— И ты дал? — с интересом спрашивает Багров.
— Дал, — говорит Наум, — ну ее на хуй связываться, у нее сутенер есть.
— Да, лучше не связываться, — говорит Багров.
— Ебаная эмиграция! — говорит Наум.
— Воровать надо, грабить, убивать, — говорю я. — Организовать русскую мафию.
— А вот напиши я им письмо, — не слушая меня, говорит Багров, — в Советский Союз, ребятам, так ни хуя не поймут. У меня приятель есть, спортивный парень, все мечтал на Олимпийские игры поехать. Вот напишу я ему, что я на своей машине ездил на Олимпийские игры в Монреаль — он же так завидовать будет. И еще не работая в Монреаль ездил, на пособие по безработице.
— Хуй ты ему объяснишь, что при машине и Монреале здесь можно в страшном говне находиться, это невозможно объяснить, — говорит Наум. — Ебаная эмиграция!
Да, не объяснишь. И он если б приехал, ему бы не до Монреаля было, тоже в говне сидел бы. Машина что, я за нее полторы сотни заплатил. Хуйня.
Закончив купание, — причем они, взрослые мужики, как дети кувыркались в волнах, чего я, Эдичка, долго не выдержал, — мы идем последние с пляжа, когда солнце уже садится, судача о том, что в Америке мало людей купается и плавает, большинство просто сидит на берегу, или плещется, зайдя в воду по колено, в то время как в СССР все стремятся заплыть подальше и ретивых купальщиков вылавливают спасательные лодки, заставляя плыть к берегу.
— В этом коренное отличие русского характера от американского.
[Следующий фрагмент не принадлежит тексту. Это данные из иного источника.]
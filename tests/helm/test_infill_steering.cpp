// Steering to a proposed infill line (issue #12, docs/helm-output.md "Steering to an infill
// line"): the demo survey is run live through the Pipeline and logged; once the engine proposes
// an infill line the crew's command "steer I<n>" is fed as a line of source @crew. Checked:
// - the helm fix (XTE/APB/RMB) and the helm panel's numbers (distance off line with side,
//   distance to end) against an independent computation: the line's ends and the reference
//   position taken back to latitude/longitude with GeographicLib's UTMUPS (Karney 2011, not the
//   engine's PROJ), then cross-track and along-track from GeographicLib geodesics (Karney 2013)
//   in the local tangent plane at the line's start, scaled by the UTM point scale k that UTMUPS
//   returns (grid distance = k * ground distance);
// - the sentences name the infill line's waypoints (I<n>A -> I<n>B) and give its end's position;
// - replaying the log (the crew line included) gives the same helm sentences, byte for byte, as
//   live (replay = live).
#include <gtest/gtest.h>

#include <algorithm>
#include <cmath>
#include <cstdio>
#include <filesystem>
#include <string>
#include <vector>

#include <GeographicLib/Geodesic.hpp>
#include <GeographicLib/UTMUPS.hpp>

#include "decode/nmea.hpp"
#include "drivers_sim/simulator.hpp"
#include "engine/helm_steering.hpp"
#include "engine/log_replay.hpp"
#include "engine/pipeline.hpp"
#include "engine/snapshot_builder.hpp"
#include "engine/survey_engine.hpp"
#include "io/helm_output.hpp"
#include "io/log_writer.hpp"

using namespace sg;

namespace {

constexpr double kPi = 3.14159265358979323846;

// Collects every sentence handed to it (CR LF stripped).
class Collect final : public io::LineSink {
public:
    explicit Collect(std::vector<std::string>& out) : m_out(out) {}
    bool send(std::string_view bytes, std::string&) override {
        std::string s(bytes);
        while (!s.empty() && (s.back() == '\n' || s.back() == '\r')) s.pop_back();
        m_out.push_back(std::move(s));
        return true;
    }

private:
    std::vector<std::string>& m_out;
};

helm::OutputConfig bridge() {
    helm::OutputConfig o;
    o.name = "bridge";
    o.host = "127.0.0.1";
    o.port = 10110;
    return o;  // XTE, APB, RMB at 1 Hz of survey time, from the array reference
}

io::HelmOutputs collectingHelm(std::vector<std::string>& out) {
    std::vector<std::unique_ptr<io::LineSink>> sinks;
    sinks.push_back(std::make_unique<Collect>(out));
    return io::HelmOutputs({bridge()}, std::move(sinks));
}

// Independent numbers for a point and a line given on the UTM grid of `epsg` (326zz / 327zz).
struct Independent {
    double xte_m = 0.0;     // starboard of start -> end positive, grid metres
    double to_end_m = 0.0;  // along the line from the point's foot to the end, grid metres
};
Independent independent(int epsg, coverage::Point a, coverage::Point b, coverage::Point p) {
    const bool north = epsg / 100 == 326;
    const int zone = epsg % 100;
    double lat_a = 0, lon_a = 0, lat_b = 0, lon_b = 0, lat_p = 0, lon_p = 0, gamma = 0, k = 0;
    GeographicLib::UTMUPS::Reverse(zone, north, a.e_m, a.n_m, lat_a, lon_a, gamma, k);
    double k_b = 0, k_p = 0;
    GeographicLib::UTMUPS::Reverse(zone, north, b.e_m, b.n_m, lat_b, lon_b, gamma, k_b);
    GeographicLib::UTMUPS::Reverse(zone, north, p.e_m, p.n_m, lat_p, lon_p, gamma, k_p);
    const auto& g = GeographicLib::Geodesic::WGS84();
    double s_ab = 0, az_ab = 0, s_ap = 0, az_ap = 0, az2 = 0;
    g.Inverse(lat_a, lon_a, lat_b, lon_b, s_ab, az_ab, az2);
    g.Inverse(lat_a, lon_a, lat_p, lon_p, s_ap, az_ap, az2);
    // Local tangent plane at A: a point at distance s, azimuth az from A; over a few km the
    // plane differs from the ellipsoid by (s/R)^2 ~ 1e-7 relative.
    const double d = (az_ap - az_ab) * kPi / 180.0;
    const double xte = s_ap * std::sin(d), along = s_ap * std::cos(d);
    const double scale = (k + k_b + k_p) / 3.0;  // the grid's scale over the few km involved
    return {scale * xte, scale * (s_ab - along)};
}

struct Live {
    std::string infill;                  // the line steered to
    std::vector<std::string> sentences;  // every helm sentence sent
    std::vector<std::uint64_t> update_after;  // lines fed before each helm update
    std::size_t first_after_steer = 0;   // index of the first sentence after the crew line
    int checked = 0;                     // instants compared with the independent numbers
    int final_target = -2;               // the engine's steerTarget() at the end
    double max_xte_m = 0.0;              // largest |cross-track| among the checked instants
    std::size_t end_of_steer = 0;        // sentences sent while the infill line was the target
};

}  // namespace

TEST(InfillSteering, HelmFollowsTheCrewsInfillLineAndReplayRepeatsIt) {
    const std::string dir = std::string(SG_SOURCE_DIR) + "/replay_logs/demo/";
    const auto cfg = engine::loadSurveyConfig(dir + "survey.toml");
    const auto log_path = (std::filesystem::temp_directory_path() /
                           ("sg_infill_steer_" + std::to_string(::getpid()) + ".sglog")).string();
    std::filesystem::remove(log_path);

    sim::SimOptions so;
    so.duration_s = 1500.0;
    sim::Simulator simulator(sim::loadScenario(dir + "scenario.toml"), so);
    Live live;
    {
        io::LogWriter writer(log_path, {200, false},
                             {{"config_text", cfg.text}, {"config_file", dir + "survey.toml"}});
        engine::Pipeline pipeline(cfg, [&] { return writer.nextEventId(); });
        auto helm = collectingHelm(live.sentences);
        engine::SnapshotBuilder builder(pipeline.engine());
        auto& eng = pipeline.engine();
        std::uint64_t fed = 0;
        TimeNs last_look = 0, last_check = 0, last_recv = 0;
        while (!simulator.done()) {
            const auto& out = simulator.step();
            for (const auto& l : out.lines) {
                ReceivedLine r{sim::channelName(l.channel), l.utc_ns, l.utc_ns, l.bytes, 0};
                pipeline.feed(r);
                last_recv = l.utc_ns;
                ++fed;
            }
            const TimeNs now = eng.surveyClock_ns();
            if (live.infill.empty() && now - last_look >= 10'000'000'000LL && eng.arrayReference()) {
                // Every 10 s of survey time: the crew takes the first proposed line whose start
                // is more than 100 m away (the helm then steers to it from afar; the simulated
                // vessel keeps to its own route).
                last_look = now;
                const auto ref = *eng.arrayReference();
                for (const auto& l : eng.proposedInfill()) {
                    if (std::hypot(l.start.e_m - ref.e_m, l.start.n_m - ref.n_m) <= 100.0) continue;
                    live.infill = l.name;
                    pipeline.feed({std::string(engine::Pipeline::kCrewSource), last_recv, last_recv,
                                   "steer " + live.infill, 0});
                    ++fed;
                    live.first_after_steer = live.sentences.size();
                    ASSERT_GE(eng.steerTarget(), 0) << "steer " << live.infill << " was refused";
                    break;
                }
            }
            helm.update(eng, out.utc_ns);
            live.update_after.push_back(fed);
            if (!live.infill.empty() && eng.steerTarget() >= 0) live.end_of_steer = live.sentences.size();
            if (!out.lines.empty()) writer.post(pipeline.takeBatch());

            // While steering to it: every 5 s of survey time, the numbers against the independent
            // computation.
            const int t = eng.steerTarget();
            if (t < 0 || now - last_check < 5'000'000'000LL) continue;
            const auto ref = eng.arrayReference();
            if (!ref) continue;
            last_check = now;
            const auto& line = eng.lines()->lines()[static_cast<std::size_t>(t)];
            ASSERT_EQ(line.name, live.infill);
            const auto want = independent(eng.crs()->epsg(), line.start, line.end, *ref);
            const auto fix = engine::steeringFix(eng, bridge());
            ASSERT_TRUE(fix.valid);
            // Grid (PROJ, planar) against geodesic (GeographicLib) numbers: within 0.05 m plus
            // 1e-5 of the distance (the scale k varies ~1e-6 over the area, the tangent plane
            // ~1e-7).
            EXPECT_NEAR(fix.xte_m, want.xte_m, 0.05 + 1e-5 * std::abs(want.xte_m));
            EXPECT_EQ(fix.origin_id, live.infill + "A");
            EXPECT_EQ(fix.dest_id, live.infill + "B");
            const auto snap = builder.build();
            EXPECT_EQ(snap->helm.line, live.infill);
            EXPECT_TRUE(snap->helm.infill);
            ASSERT_TRUE(snap->helm.off_line_m.has_value());
            ASSERT_TRUE(snap->helm.to_end_m.has_value());
            // The panel's reference is the builder's own last array position: the same sample.
            EXPECT_NEAR(*snap->helm.off_line_m, want.xte_m, 0.05 + 1e-5 * std::abs(want.xte_m));
            EXPECT_NEAR(*snap->helm.to_end_m, std::max(0.0, want.to_end_m), 0.05 + 1e-5 * std::abs(want.to_end_m));
            ++live.checked;
            live.max_xte_m = std::max(live.max_xte_m, std::abs(want.xte_m));
        }
        writer.post(pipeline.takeBatch());
        writer.stop();
        live.final_target = eng.steerTarget();
    }
    ASSERT_FALSE(live.infill.empty()) << "the demo proposed no infill line in 1500 s";
    EXPECT_GE(live.checked, 3);
    // From afar (the choice is made > 100 m from the line's start), not only on the line.
    EXPECT_GT(live.max_xte_m, 20.0);
    std::printf("steered to %s: %d instants checked, |XTE| up to %.1f m, %zu sentences while steering\n",
                live.infill.c_str(), live.checked, live.max_xte_m, live.end_of_steer - live.first_after_steer);

    // The sentences after the choice name the infill line's waypoints.
    int rmb = 0;
    ASSERT_GT(live.end_of_steer, live.first_after_steer);
    for (std::size_t i = live.first_after_steer; i < live.end_of_steer; ++i) {
        const auto d = decode::decodeRouteNmea(live.sentences[i]);
        ASSERT_TRUE(d.checksum_ok) << live.sentences[i];
        if (const auto* r = std::get_if<decode::Rmb>(&d.data); r && r->valid) {
            EXPECT_EQ(r->origin_id, live.infill + "A") << live.sentences[i];
            EXPECT_EQ(r->dest_id, live.infill + "B") << live.sentences[i];
            ++rmb;
        }
        if (const auto* a = std::get_if<decode::Apb>(&d.data); a && a->valid) {
            EXPECT_EQ(a->dest_id, live.infill + "B") << live.sentences[i];
        }
    }
    EXPECT_GE(rmb, 10);

    // Replay: the same lines (the crew's included) between the same helm updates.
    engine::LogReplay replay(log_path, std::nullopt);
    std::vector<std::string> replayed;
    auto helm = collectingHelm(replayed);
    std::uint64_t fed = 0;
    for (const auto upto : live.update_after) {
        while (fed < upto && replay.step()) ++fed;
        helm.update(replay.pipeline().engine(), 0);
    }
    EXPECT_FALSE(replay.step());  // every logged line was fed
    ASSERT_EQ(replayed.size(), live.sentences.size());
    for (std::size_t i = 0; i < replayed.size(); ++i) ASSERT_EQ(replayed[i], live.sentences[i]) << "sentence " << i;
    EXPECT_EQ(replay.pipeline().engine().steerTarget(), live.final_target);

    std::filesystem::remove(log_path);
    std::filesystem::remove(log_path + "-wal");
    std::filesystem::remove(log_path + "-shm");
}

// Before any position (no survey grid, no lines), a crew line, or one that is no command,
// changes nothing and is logged as rejected with the reason (nothing lost, nothing quietly
// accepted).
TEST(InfillSteering, UnknownLineOrCommandIsRefusedAndLogged) {
    const std::string dir = std::string(SG_SOURCE_DIR) + "/replay_logs/demo/";
    const auto cfg = engine::loadSurveyConfig(dir + "survey.toml");
    std::int64_t id = 0;
    engine::Pipeline pipeline(cfg, [&] { return ++id; });
    const std::string src(engine::Pipeline::kCrewSource);
    pipeline.feed({src, 1, 1, "steer I1", 0});  // no position yet: no lines at all
    pipeline.feed({src, 2, 2, "turn left", 0});
    pipeline.feed({src, 3, 3, "steer planned", 0});
    EXPECT_EQ(pipeline.engine().steerTarget(), -1);
    const auto batch = pipeline.takeBatch();
    ASSERT_EQ(batch.raw.size(), 3U);
    EXPECT_EQ(batch.raw[0].status, log::DecodeStatus::Rejected);
    EXPECT_NE(batch.raw[0].reason.find("no lines to steer to yet"), std::string::npos) << batch.raw[0].reason;
    EXPECT_EQ(batch.raw[1].status, log::DecodeStatus::Rejected);
    EXPECT_NE(batch.raw[1].reason.find("not a crew command"), std::string::npos) << batch.raw[1].reason;
    EXPECT_EQ(batch.raw[2].status, log::DecodeStatus::Rejected);  // nothing to go back to either
    EXPECT_EQ(batch.raw[2].source, src);
}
Максимализм, — смеясь, говорю я.
Мы идем к посудомойкам и в комнате одного из них устраиваем пир. Пир посудомоек, сварщика, безработного и вэлфэровца. Еще несколько лет назад, соберись мы вместе в СССР мы были бы: поэт, музыкант, спортсмен, чемпион Союза, миллионер (один из посудомоек — Семен — имел около миллиона в России), и известный на всю страну тележурналист.
— Менеджер сегодня весь день за нами наблюдал, он знал, что у нас гости, потому мы сегодня уперли меньше, чем всегда, пожрать, — оправдываются посудомойки. Мы жрем прессованную курицу, оживленно беседуем, наливаем из полугаллоновой бутыли виски, мы торопимся, уже стемнело, а нам еще ехать в Манхэттан.
Музыкант работает здесь, чтобы скопить денег на билет в Германию, он хочет попробовать еще один вариант, может, там лучше. Его скрипка стоит в углу, заботливо укутанная поверх футляра в тряпки. Вряд ли мойка посуды способствует улучшению скрипичной техники. Вообще музыкант не совсем уверен, что он хочет в Германию. Есть у него и параллельное желание устроиться на либерийское судно матросом, а кроме того, он поехал бы в Калифорнию.
Как красочный показ того, что нас ожидает в будущем, появляется коллега посудомоек — старик украинец. Он получает за ту же работу 66 долларов чистыми в неделю. — Он безответный, вот его босс и обдирает как хочет, к тому же он уже старый, так быстро, как мы, не может работать, — говорят посудомойки прямо при старике, нисколько его не стесняясь. Он смущенно улыбается.
Мы покидаем гостеприимных посудомоек и при все время понижающейся температуре воздуха отправляемся по прелестным американским дорогам в Нью-Йорк. Едем, злимся, ругаемся, хорохоримся, но скоро расстанемся и каждый очутится с самим собой.
Отель «Винслоу». Я поселился здесь как будто на месяц, чтобы успокоиться и оглядеться, впоследствии я собирался снять квартиру в Вилледже, или лофт в Сохо. Теперь моя собственная наивность умиляет меня. 130 — вот все, что я могу платить. На такие деньги можно поселиться разве что на авеню Си или Ди. В этом смысле отель «Винслоу» — находка. Все-таки центр, экономия на транспорте, везде хожу пешком. А обитатели, ну что ж, с ними можно не общаться.
Когда я пытался заставить себя спать с американской женщиной Розанной, это была часть разработанной мною программы вползания в новую жизнь, я возвращался домой очень поздно, в два, в полтретьего ночи. Иной раз у отеля стояли такси. В них восседали на водительских местах отельные постояльцы.
— Как дела? — спрашивал я.
— Да уже есть 32 доллара, — говорил мне обритый наголо человек, которого я знаю, но не помню, как его зовут. — Сейчас люди из кабаков будут возвращаться — стану развозить.